PLCs also allow one input to do multiple operations alot easier than hard wiring to relays or contactors... Most will also save on wiring, as any alarms can be programmed instead of hard wiring to an indicator lamp.. They are alot more flexible and have the capability for better PID loop controls..


----------



## kg7879 (Feb 3, 2014)

I have no idea what a PID loop control is. 

So in a basic motor control example, could a plc time a motor to start after the start button is pushed without the use of a timer relay?

I am sorry if my questions are dumb. I tried to google this stuff and I either get over complicated programming answers or beginner ladder logic stuff. 

Just to clarify, I will not be programming anything. All I will be doing is install instruments and controls out in the field.
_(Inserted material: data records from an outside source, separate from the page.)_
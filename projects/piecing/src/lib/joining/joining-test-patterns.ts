import type { PatternDocument, Point, Section } from '../document/pattern-schema';

/** A straight section from its corners (test data). */
export function straightSection(id: string, label: string, vertices: Point[]): Section {
  return { id, label, geometry: { kind: 'straight', vertices }, seams: [], patches: [] };
}

/** A document holding the sections, on a canvas of the given size (test data). */
export function documentOf(sections: Section[], widthIn = 8, heightIn = 8): PatternDocument {
  return {
    formatVersion: 2,
    title: 'Joining test',
    displayUnit: 'in',
    seamAllowanceIn: 0.25,
    piecingMarginIn: 0.5,
    blockCount: 1,
    pressingsPerTemplate: 16,
    canvas: { widthIn, heightIn },
    fabrics: [],
    sections,
  };
}

const r = (x0: number, y0: number, x1: number, y1: number): Point[] => [
  { x: x0, y: y0 },
  { x: x1, y: y0 },
  { x: x1, y: y1 },
  { x: x0, y: y1 },
];

/**
 * Three rhombi of a hexagon meeting at its centre (a "tumbling block"): X and Y share one straight
 * edge, and Z meets the X–Y unit along two edges that meet at the centre at 120°, so joining Z means
 * sewing into the corner and pivoting there: a Y seam.
 */
export function threeRhombi(): PatternDocument {
  const c = { x: 4, y: 4 };
  const at = (deg: number): Point => ({ x: c.x + 2 * Math.cos((deg * Math.PI) / 180), y: c.y + 2 * Math.sin((deg * Math.PI) / 180) });
  // Hexagon corners at 30°, 90°, … ; each rhombus is the centre and three consecutive corners.
  const rhombus = (from: number): Point[] => [c, at(from), at(from + 60), at(from + 120)];
  return documentOf([straightSection('x', 'X', rhombus(-90)), straightSection('y', 'Y', rhombus(30)), straightSection('z', 'Z', rhombus(150))]);
}

/**
 * Five rectangles: a U of left column L, bottom bar W and right column R round a notch filled by Z
 * (top) and V (below Z). Z touches L along x = 1 and R along x = 2, never W: joined onto the L–W–R
 * unit, Z meets it along two separate stretches of edge.
 */
export function notchedU(): PatternDocument {
  return documentOf(
    [
      straightSection('l', 'L', r(0, 0, 1, 3)),
      straightSection('w', 'W', r(0, 3, 3, 4)),
      straightSection('rt', 'R', r(2, 0, 3, 3)),
      straightSection('z', 'Z', r(1, 0, 2, 2)),
      straightSection('v', 'V', r(1, 2, 2, 3)),
    ],
    3,
    4,
  );
}

/** An n × n grid of 2 in. square sections, lettered A, B … row by row (a pieced block of squares). */
export function squareGrid(n: number): PatternDocument {
  const letter = (i: number): string => (i < 26 ? String.fromCharCode(65 + i) : letter(Math.floor(i / 26) - 1) + String.fromCharCode(65 + (i % 26)));
  return documentOf(
    Array.from({ length: n * n }, (_, k) => straightSection(`s${k}`, letter(k), r((k % n) * 2, Math.floor(k / n) * 2, (k % n) * 2 + 2, Math.floor(k / n) * 2 + 2))),
    2 * n,
    2 * n,
  );
}
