/**
 * One payment event, delivered at the same moment to two app servers that share one PostgreSQL (the
 * provider retries, and behind a load balancer a retry may reach the other instance while the first
 * is still at work): it is acted on exactly once (issue 18, docs/postgresql.md). The two servers run
 * in this process, each with its own connection pool and its own mail outbox sender, on one database
 * in a throwaway cluster. (One server receiving an event several times at once: server/shop/shop.spec.ts.)
 */
import { eq, sql, type SQL } from 'drizzle-orm';
import request from 'supertest';
import Stripe from 'stripe';
import { afterAll, beforeAll, describe, expect, it } from 'vitest';
import { startFakeStripeServer, type FakeStripeServer } from '../../server/dev/fake-stripe-server';
import { Client, sampleDocument, startTestServer, userClient, type TestServer } from '../../server/test/harness';
import { startPgCluster, type PgCluster } from '../support/pg-cluster';

const SK = 'sk_test_two_instances';
const WHSEC = 'whsec_two_instances';

let fake: FakeStripeServer;
let cluster: PgCluster | undefined;
let a: TestServer;
let b: TestServer;
let designer: Client;
let patternId: string;

beforeAll(async () => {
  fake = await startFakeStripeServer({ port: 0, webhookSecret: WHSEC, apiKey: SK, retries: 0 });
  cluster = await startPgCluster({ database: 'shop_two_instances' });
  const env = { STRIPE_SECRET_KEY: SK, STRIPE_WEBHOOK_SECRET: WHSEC, STRIPE_API_BASE: fake.url, DATABASE_URL: cluster.url };
  // One after the other: the first migrates the empty database, the second finds it migrated.
  a = await startTestServer(env);
  b = await startTestServer(env);
  designer = await userClient(a.app, 'dina@two.test', 'designer');
  patternId = (await designer.post('/api/patterns', { document: sampleDocument('Twin Stars') }).expect(201)).body.pattern.id;
  await designer.put('/api/shop/mine', { currency: 'usd' }).expect(200);
  await designer.put(`/api/shop/listings/${patternId}`, { priceMinor: 1100, description: 'Two instances.', published: true }).expect(200);
});

afterAll(async () => {
  await a?.close();
  await b?.close();
  await fake?.close();
  await cluster?.stop();
});

/** `SELECT count(*) AS n …` on the shared database (PostgreSQL answers a bigint as text). */
const count = async (query: SQL) => Number((await a.ctx.data.rows<{ n: unknown }>(query))[0]!.n);

async function until<T>(probe: () => T | undefined, what: string, ms = 10_000): Promise<T> {
  const end = Date.now() + ms;
  for (;;) {
    const v = probe();
    if (v !== undefined) return v;
    if (Date.now() > end) throw new Error(`timed out waiting for ${what}`);
    await new Promise((r) => setTimeout(r, 50));
  }
}

const mailsTo = (email: string) => [...a.mail.messages, ...b.mail.messages].filter((m) => m.to.includes(email));

describe('one payment event at two instances sharing one database', () => {
  it('grants access once, pays the order once and sends one receipt, whichever instance wins', async () => {
    // Several buyers, one event each, so the two deliveries overlap more than once.
    for (let i = 1; i <= 4; i++) {
      const email = `buyer${i}@two.test`;
      const buyer = await userClient(i % 2 ? a.app : b.app, email, 'quilter');
      const checkout = await buyer.post(`/api/shop/listings/${patternId}/checkout`).expect(201);
      const orderId = checkout.body.order.id as string;
      const session = fake.sessions.get(checkout.body.checkoutUrl.split('/').pop())!;
      const payload = JSON.stringify({
        id: `evt_two_${i}`,
        object: 'event',
        type: 'checkout.session.completed',
        data: { object: { ...session, status: 'complete', payment_status: 'paid', payment_intent: `pi_two_${i}` } },
      });
      const signature = new Stripe(SK).webhooks.generateTestHeaderString({ payload, secret: WHSEC });
      const deliver = (to: TestServer) =>
        request(to.app).post('/api/shop/webhook').set('Content-Type', 'application/json; charset=utf-8').set('Stripe-Signature', signature).send(payload);

      const answers = await Promise.all([deliver(a), deliver(b)]);

      expect(answers.map((r) => r.status)).toEqual([200, 200]);
      expect(answers.map((r) => r.body.duplicate).sort()).toEqual([false, true]);
      const userId = buyer.user!.id;
      expect(await count(sql`SELECT count(*) AS n FROM payment_events WHERE event_id = ${`evt_two_${i}`}`)).toBe(1);
      expect(await count(sql`SELECT count(*) AS n FROM members WHERE user_id = ${userId} AND pattern_id = ${patternId}`)).toBe(1);
      const { orders } = a.ctx.data.t;
      const [order] = await a.ctx.data.db.select().from(orders).where(eq(orders.id, orderId));
      expect(order).toMatchObject({ status: 'paid', grantedAccess: true, paymentIntentId: `pi_two_${i}` });
      expect(order!.receiptSentAt).not.toBeNull();
      // Both instances give the buyer the access the purchase granted.
      for (const who of [a, b]) {
        const there = await Client.create(who.app);
        expect((await there.signIn(email)).status).toBe(200);
        expect((await there.get(`/api/patterns/${patternId}`).expect(200)).body.pattern.access).toBe('quilter');
      }
      // One receipt in the shared outbox, delivered once by whichever sender took it.
      expect(await count(sql`SELECT count(*) AS n FROM mail_outbox WHERE to_address = ${email}`)).toBe(1);
      await until(() => mailsTo(email)[0], `the receipt to ${email}`);
      await Promise.all([a.ctx.mailOutbox.drain(), b.ctx.mailOutbox.drain()]);
      expect(mailsTo(email).map((m) => m.subject)).toEqual(['Your receipt for "Twin Stars"']);
    }
    // Every paid order counted once in the designer's sales.
    const sales = (await designer.get('/api/shop/sales').expect(200)).body;
    expect(sales.totals).toEqual([{ currency: 'usd', orders: 4, amountMinor: 4400 }]);
  });
});

describe('one buyer checking out on two instances at the same moment', () => {
  it('makes one order and one provider session, offered by both', async () => {
    const email = 'twice@two.test';
    const onA = await userClient(a.app, email, 'quilter');
    const onB = await Client.create(b.app);
    expect((await onB.signIn(email)).status).toBe(200);
    const sessionsBefore = fake.sessions.size;
    const answers = await Promise.all([onA, onB, onA, onB].map((c) => c.post(`/api/shop/listings/${patternId}/checkout`)));
    expect(answers.map((r) => r.status).sort()).toEqual([200, 200, 200, 201]);
    expect(new Set(answers.map((r) => r.body.order.id)).size).toBe(1);
    expect(new Set(answers.map((r) => r.body.checkoutUrl)).size).toBe(1);
    expect(fake.sessions.size).toBe(sessionsBefore + 1);
    expect(await count(sql`SELECT count(*) AS n FROM orders WHERE buyer_id = ${onA.user!.id}`)).toBe(1);
  });
});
I just want a better understanding of it.


----------



## dronai (Apr 11, 2011)

PLC has all internal relays, timers, counters, math, etc, so you eliminate the need for endless relays in the field.


----------



## xpertpc (Oct 11, 2012)

Absolutely - a plc can do all that with a minimum of wiring and the flexibility to make changes with the click of a mouse.
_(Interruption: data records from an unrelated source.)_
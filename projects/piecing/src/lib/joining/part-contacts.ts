import type { PatternDocument, Point } from '../document/pattern-schema';
import { expandRingRepeat, flattenSectionOutline, polygonBounds, type Bounds } from '../geometry/index';

/**
 * Tolerances of the joining check, in inches and degrees. Two flattenings of the same arc stray at most
 * twice the chord tolerance (0.002 in.) from each other, well inside `TOUCH_IN`.
 */
export const JOIN_TOLERANCES = {
  /** Edge points this close to the other part's edge touch it. */
  TOUCH_IN: 0.005,
  /** Ends of stretches this close are one point. */
  SNAP_IN: 0.01,
  /** Gaps this short along one edge are bridged (chord corners of the other part). */
  GAP_IN: 0.01,
  /** A shared stretch shorter than this is a corner touching a corner, not a seam. */
  MIN_SEAM_IN: 0.05,
  /** Edges meeting at more than this angle do not run along each other. */
  PARALLEL_DEG: 30,
  /** A seam path turning by more than this is a corner to pivot round (an inset), not a curve. */
  CORNER_DEG: 30,
  /** How far along the path either side of a point its direction is taken, so chords of a curve do not count as corners. */
  TURN_LOOK_IN: 0.05,
} as const;

/** One placed copy of a section: the section itself, or a ring-repeat copy. */
export interface SectionInstance {
  /** `matchingMarks` and `expandRingRepeat` ids: the section id, `<id>_r<k+1>` for copy k. */
  id: string;
  sectionId: string;
  sectionIndex: number;
  copyIndex: number;
  ring: Point[];
  bounds: Bounds;
}

/** Every placed copy of every section, in document order. */
export function sectionInstances(doc: Pick<PatternDocument, 'sections'>): SectionInstance[] {
  const out: SectionInstance[] = [];
  doc.sections.forEach((section, sectionIndex) => {
    expandRingRepeat(section).forEach((copy, copyIndex) => {
      const ring = flattenSectionOutline(copy.geometry);
      out.push({ id: copy.id, sectionId: section.id, sectionIndex, copyIndex, ring, bounds: polygonBounds(ring) });
    });
  });
  return out;
}

/** A stretch of one instance's edge i (from ring[i] to ring[i+1]) between parameters lo and hi. */
interface EdgeInterval {
  edge: number;
  lo: number;
  hi: number;
}

/** What the contact search computed between two instances, from the first one's side. */
type PairContact = EdgeInterval[];

/**
 * The stretches of edge two sets of section copies share, found from the copies' flattened outlines
 * (caching every pair of copies it looks at). Pure apart from its cache; one per document.
 */
export class ContactFinder {
  private readonly cache = new Map<string, PairContact>();
  private adjacency?: number[][];
  private readonly memberSets = new WeakMap<readonly number[], Set<number>>();

  constructor(readonly instances: readonly SectionInstance[]) {}

  /** The copies whose bounds come within touching distance of copy `i` (found once for all, by a sweep along x). */
  neighbours(i: number): readonly number[] {
    if (!this.adjacency) {
      const t = JOIN_TOLERANCES.TOUCH_IN;
      const adjacency: number[][] = this.instances.map(() => []);
      const order = this.instances.map((_, k) => k).sort((a, b) => this.instances[a].bounds.minX - this.instances[b].bounds.minX);
      for (let x = 0; x < order.length; x++) {
        const a = order[x];
        const maxX = this.instances[a].bounds.maxX + t;
        for (let y = x + 1; y < order.length && this.instances[order[y]].bounds.minX <= maxX; y++) {
          const b = order[y];
          if (this.near(a, b)) {
            adjacency[a].push(b);
            adjacency[b].push(a);
          }
        }
      }
      this.adjacency = adjacency;
    }
    return this.adjacency[i];
  }

  /** Whether the bounds of two copies come within touching distance. */
  near(i: number, j: number): boolean {
    const a = this.instances[i].bounds;
    const b = this.instances[j].bounds;
    const t = JOIN_TOLERANCES.TOUCH_IN;
    return a.minX <= b.maxX + t && b.minX <= a.maxX + t && a.minY <= b.maxY + t && b.minY <= a.maxY + t;
  }

  /**
   * The shared stretches between the parts made of copies `a` and copies `b`, as paths along the edge of
   * the part with fewer copies (both parts' edges run together there, within TOUCH_IN).
   */
  contact(a: readonly number[], b: readonly number[]): ContactPaths {
    if (b.length < a.length) [a, b] = [b, a];
    const segments: Array<[Point, Point]> = [];
    // The larger part is often the unit grown so far, asked about again and again: keep its set.
    let inB = this.memberSets.get(b);
    if (!inB) this.memberSets.set(b, (inB = new Set(b)));
    for (const i of a) {
      const near = this.neighbours(i).filter((j) => inB.has(j));
      if (near.length === 0) continue;
      const intervals: EdgeInterval[] = [];
      for (const j of near) intervals.push(...this.pair(i, j));
      const ring = this.instances[i].ring;
      for (const { edge, lo, hi } of mergeEdgeIntervals(intervals, ring)) {
        const p = ring[edge];
        const q = ring[(edge + 1) % ring.length];
        segments.push([at(p, q, lo), at(p, q, hi)]);
      }
    }
    return chainSegments(segments);
  }

  private pair(i: number, j: number): PairContact {
    const key = `${i}|${j}`;
    let found = this.cache.get(key);
    if (!found) {
      found = edgeContacts(this.instances[i].ring, this.instances[j].ring);
      this.cache.set(key, found);
    }
    return found;
  }
}

function at(p: Point, q: Point, t: number): Point {
  return { x: p.x + (q.x - p.x) * t, y: p.y + (q.y - p.y) * t };
}

/**
 * For every edge of ring P, the parameter stretches lying within TOUCH_IN of an edge of ring Q that runs
 * along it (within PARALLEL_DEG), measured square to that edge (so a collinear continuation of Q's edge
 * past its end, or an edge meeting Q's at a corner, does not count).
 */
function edgeContacts(P: readonly Point[], Q: readonly Point[]): EdgeInterval[] {
  const tol = JOIN_TOLERANCES.TOUCH_IN;
  const cosParallel = Math.cos((JOIN_TOLERANCES.PARALLEL_DEG * Math.PI) / 180);
  const qb = polygonBounds(Q);
  const out: EdgeInterval[] = [];
  for (let e = 0; e < P.length; e++) {
    const p = P[e];
    const q = P[(e + 1) % P.length];
    if (Math.min(p.x, q.x) > qb.maxX + tol || Math.max(p.x, q.x) < qb.minX - tol || Math.min(p.y, q.y) > qb.maxY + tol || Math.max(p.y, q.y) < qb.minY - tol) continue;
    const dx = q.x - p.x;
    const dy = q.y - p.y;
    const len = Math.hypot(dx, dy);
    if (len === 0) continue;
    for (let f = 0; f < Q.length; f++) {
      const a = Q[f];
      const b = Q[(f + 1) % Q.length];
      if (Math.min(a.x, b.x) > Math.max(p.x, q.x) + tol || Math.max(a.x, b.x) < Math.min(p.x, q.x) - tol) continue;
      if (Math.min(a.y, b.y) > Math.max(p.y, q.y) + tol || Math.max(a.y, b.y) < Math.min(p.y, q.y) - tol) continue;
      const ex = b.x - a.x;
      const ey = b.y - a.y;
      const elen = Math.hypot(ex, ey);
      if (elen === 0) continue;
      const ux = ex / elen;
      const uy = ey / elen;
      if (Math.abs((dx * ux + dy * uy) / len) < cosParallel) continue;
      // P's edge point p + t(q − p) in Q-edge coordinates: along s(t) = s0 + t·ds, across n(t) = n0 + t·dn.
      const s0 = (p.x - a.x) * ux + (p.y - a.y) * uy;
      const ds = dx * ux + dy * uy;
      const n0 = -(p.x - a.x) * uy + (p.y - a.y) * ux;
      const dn = -dx * uy + dy * ux;
      let lo = 0;
      let hi = 1;
      [lo, hi] = clip(lo, hi, s0, ds, 0, elen);
      [lo, hi] = clip(lo, hi, n0, dn, -tol, tol);
      if (hi > lo) out.push({ edge: e, lo, hi });
    }
  }
  return out;
}

/** Narrows [lo, hi] to the t where v0 + t·dv lies in [min, max]. */
function clip(lo: number, hi: number, v0: number, dv: number, min: number, max: number): [number, number] {
  if (Math.abs(dv) < 1e-15) return v0 >= min && v0 <= max ? [lo, hi] : [1, 0];
  let t1 = (min - v0) / dv;
  let t2 = (max - v0) / dv;
  if (t1 > t2) [t1, t2] = [t2, t1];
  return [Math.max(lo, t1), Math.min(hi, t2)];
}

/** Intervals on the same edge merged where they overlap or leave a gap shorter than GAP_IN; ends within GAP_IN of a corner reach it. */
function mergeEdgeIntervals(intervals: EdgeInterval[], ring: readonly Point[]): EdgeInterval[] {
  const byEdge = new Map<number, EdgeInterval[]>();
  for (const iv of intervals) {
    const list = byEdge.get(iv.edge);
    if (list) list.push(iv);
    else byEdge.set(iv.edge, [iv]);
  }
  const out: EdgeInterval[] = [];
  for (const [edge, list] of [...byEdge.entries()].sort((x, y) => x[0] - y[0])) {
    const p = ring[edge];
    const q = ring[(edge + 1) % ring.length];
    const len = Math.hypot(q.x - p.x, q.y - p.y);
    const gap = JOIN_TOLERANCES.GAP_IN / len;
    list.sort((x, y) => x.lo - y.lo);
    let cur = { ...list[0] };
    for (const iv of list.slice(1)) {
      if (iv.lo <= cur.hi + gap) cur.hi = Math.max(cur.hi, iv.hi);
      else {
        out.push(cur);
        cur = { ...iv };
      }
    }
    out.push(cur);
  }
  for (const iv of out) {
    const p = ring[iv.edge];
    const q = ring[(iv.edge + 1) % ring.length];
    const gap = JOIN_TOLERANCES.GAP_IN / Math.hypot(q.x - p.x, q.y - p.y);
    if (iv.lo < gap) iv.lo = 0;
    if (iv.hi > 1 - gap) iv.hi = 1;
  }
  return out;
}

/** The shared edge between two parts, chained into paths, with what stands in the way of one seam. */
export interface ContactPaths {
  /** Ordered polylines; a closed one repeats its first point at the end. */
  paths: Point[][];
  lengthIn: number;
  /** Whether the paths make one seam sewn without pivoting: one path with no corner and no branch. */
  continuous: boolean;
  /** Where the seam would have to pivot or stops and starts again (when not continuous and touching). */
  pivot?: Point;
}

/** Chains edge pieces into paths: ends within SNAP_IN meet; pieces forming less than MIN_SEAM_IN in all are corner contacts and dropped. */
export function chainSegments(segments: ReadonlyArray<readonly [Point, Point]>): ContactPaths {
  const snap = JOIN_TOLERANCES.SNAP_IN;
  const nodes: Point[] = [];
  const grid = new Map<string, number[]>();
  const cell = (v: number) => Math.floor(v / snap);
  const nodeOf = (p: Point): number => {
    const cx = cell(p.x);
    const cy = cell(p.y);
    for (let ix = cx - 1; ix <= cx + 1; ix++) {
      for (let iy = cy - 1; iy <= cy + 1; iy++) {
        for (const k of grid.get(`${ix},${iy}`) ?? []) if (Math.hypot(nodes[k].x - p.x, nodes[k].y - p.y) <= snap) return k;
      }
    }
    nodes.push({ x: p.x, y: p.y });
    const key = `${cx},${cy}`;
    const list = grid.get(key);
    if (list) list.push(nodes.length - 1);
    else grid.set(key, [nodes.length - 1]);
    return nodes.length - 1;
  };
  const edges: Array<[number, number]> = [];
  const seen = new Set<string>();
  for (const [p, q] of segments) {
    const u = nodeOf(p);
    const v = nodeOf(q);
    if (u === v) continue;
    const key = u < v ? `${u}|${v}` : `${v}|${u}`;
    if (seen.has(key)) continue;
    seen.add(key);
    edges.push([u, v]);
  }
  const adjacency = new Map<number, number[]>();
  edges.forEach(([u, v], k) => {
    for (const n of [u, v]) {
      const list = adjacency.get(n);
      if (list) list.push(k);
      else adjacency.set(n, [k]);
    }
  });
  const edgeLength = (k: number) => Math.hypot(nodes[edges[k][0]].x - nodes[edges[k][1]].x, nodes[edges[k][0]].y - nodes[edges[k][1]].y);

  // Components by edges.
  const component = new Int32Array(edges.length).fill(-1);
  const components: number[][] = [];
  for (let k = 0; k < edges.length; k++) {
    if (component[k] >= 0) continue;
    const id = components.length;
    const members: number[] = [];
    const stack = [k];
    component[k] = id;
    while (stack.length) {
      const e = stack.pop()!;
      members.push(e);
      for (const n of edges[e]) for (const f of adjacency.get(n)!) if (component[f] < 0) { component[f] = id; stack.push(f); }
    }
    components.push(members);
  }

  const paths: Point[][] = [];
  let lengthIn = 0;
  let branch: Point | undefined;
  for (const members of components) {
    const length = members.reduce((s, k) => s + edgeLength(k), 0);
    if (length < JOIN_TOLERANCES.MIN_SEAM_IN) continue;
    lengthIn += length;
    const memberSet = new Set(members);
    const degree = (n: number) => adjacency.get(n)!.filter((k) => memberSet.has(k)).length;
    const nodeIds = [...new Set(members.flatMap((k) => edges[k]))];
    const fork = nodeIds.find((n) => degree(n) > 2);
    if (fork !== undefined && !branch) branch = nodes[fork];
    paths.push(walk(members, memberSet, nodeIds, degree));
  }

  function walk(members: number[], memberSet: Set<number>, nodeIds: number[], degree: (n: number) => number): Point[] {
    const start = nodeIds.find((n) => degree(n) === 1) ?? edges[members[0]][0];
    const used = new Set<number>();
    const out = [nodes[start]];
    let at = start;
    for (;;) {
      const next = adjacency.get(at)!.find((k) => memberSet.has(k) && !used.has(k));
      if (next === undefined) break;
      used.add(next);
      at = edges[next][0] === at ? edges[next][1] : edges[next][0];
      out.push(nodes[at]);
    }
    return out;
  }

  if (paths.length === 0) return { paths, lengthIn: 0, continuous: false };
  if (branch) return { paths, lengthIn, continuous: false, pivot: branch };
  if (paths.length > 1) return { paths, lengthIn, continuous: false, pivot: nearestEnds(paths[0], paths[1]) };
  const corner = findCorner(paths[0]);
  if (corner) return { paths, lengthIn, continuous: false, pivot: corner };
  return { paths, lengthIn, continuous: true };
}

/** The end of path `a` nearest to path `b`'s ends: where one seam stops and the other would start. */
function nearestEnds(a: Point[], b: Point[]): Point {
  let best = a[0];
  let bestD = Infinity;
  for (const p of [a[0], a[a.length - 1]]) {
    for (const q of [b[0], b[b.length - 1]]) {
      const d = Math.hypot(p.x - q.x, p.y - q.y);
      if (d < bestD) {
        bestD = d;
        best = p;
      }
    }
  }
  return best;
}

/** The first point where the path turns by more than CORNER_DEG, looking TURN_LOOK_IN either way. */
function findCorner(path: Point[]): Point | undefined {
  const closed = path.length > 3 && path[0] === path[path.length - 1];
  const pts = closed ? path.slice(0, -1) : path;
  const n = pts.length;
  const look = JOIN_TOLERANCES.TURN_LOOK_IN;
  const cosCorner = Math.cos((JOIN_TOLERANCES.CORNER_DEG * Math.PI) / 180);
  const step = (i: number, dir: 1 | -1): Point | undefined => {
    let d = 0;
    let k = i;
    for (let count = 0; count < n; count++) {
      const next = k + dir;
      if (!closed && (next < 0 || next >= n)) return count === 0 ? undefined : pts[k];
      k = (next + n) % n;
      d += Math.hypot(pts[k].x - pts[(k - dir + n) % n].x, pts[k].y - pts[(k - dir + n) % n].y);
      if (d >= look) return pts[k];
    }
    return pts[k];
  };
  for (let i = closed ? 0 : 1; i < (closed ? n : n - 1); i++) {
    const before = step(i, -1);
    const after = step(i, 1);
    if (!before || !after) continue;
    const ax = pts[i].x - before.x;
    const ay = pts[i].y - before.y;
    const bx = after.x - pts[i].x;
    const by = after.y - pts[i].y;
    const cos = (ax * bx + ay * by) / (Math.hypot(ax, ay) * Math.hypot(bx, by));
    if (cos < cosCorner) return pts[i];
  }
  return undefined;
}

/** Whether the paths stray from straight lines by more than `toleranceIn` (a closed path is always curved). */
export function isCurved(paths: readonly Point[][], toleranceIn = 0.01): boolean {
  return paths.some((path) => {
    if (path.length > 3 && path[0] === path[path.length - 1]) return true;
    const a = path[0];
    const b = path[path.length - 1];
    const len = Math.hypot(b.x - a.x, b.y - a.y);
    if (len === 0) return true;
    return path.some((p) => Math.abs((p.x - a.x) * (b.y - a.y) - (p.y - a.y) * (b.x - a.x)) / len > toleranceIn);
  });
}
Don't fret about PID's they are part of the voodoo I spoke about, few people on earth really understand them and just hit auto-tune.


----------



## 51360 (Jun 9, 2014)

xpertpc said:


> Absolutely - a plc can do all that with a minimum of wiring and the flexibility to make changes with the click of a mouse.
> 
> *Don't fret about PID's they are part of the voodoo I spoke about, few people on earth really understand them *and just hit auto-tune.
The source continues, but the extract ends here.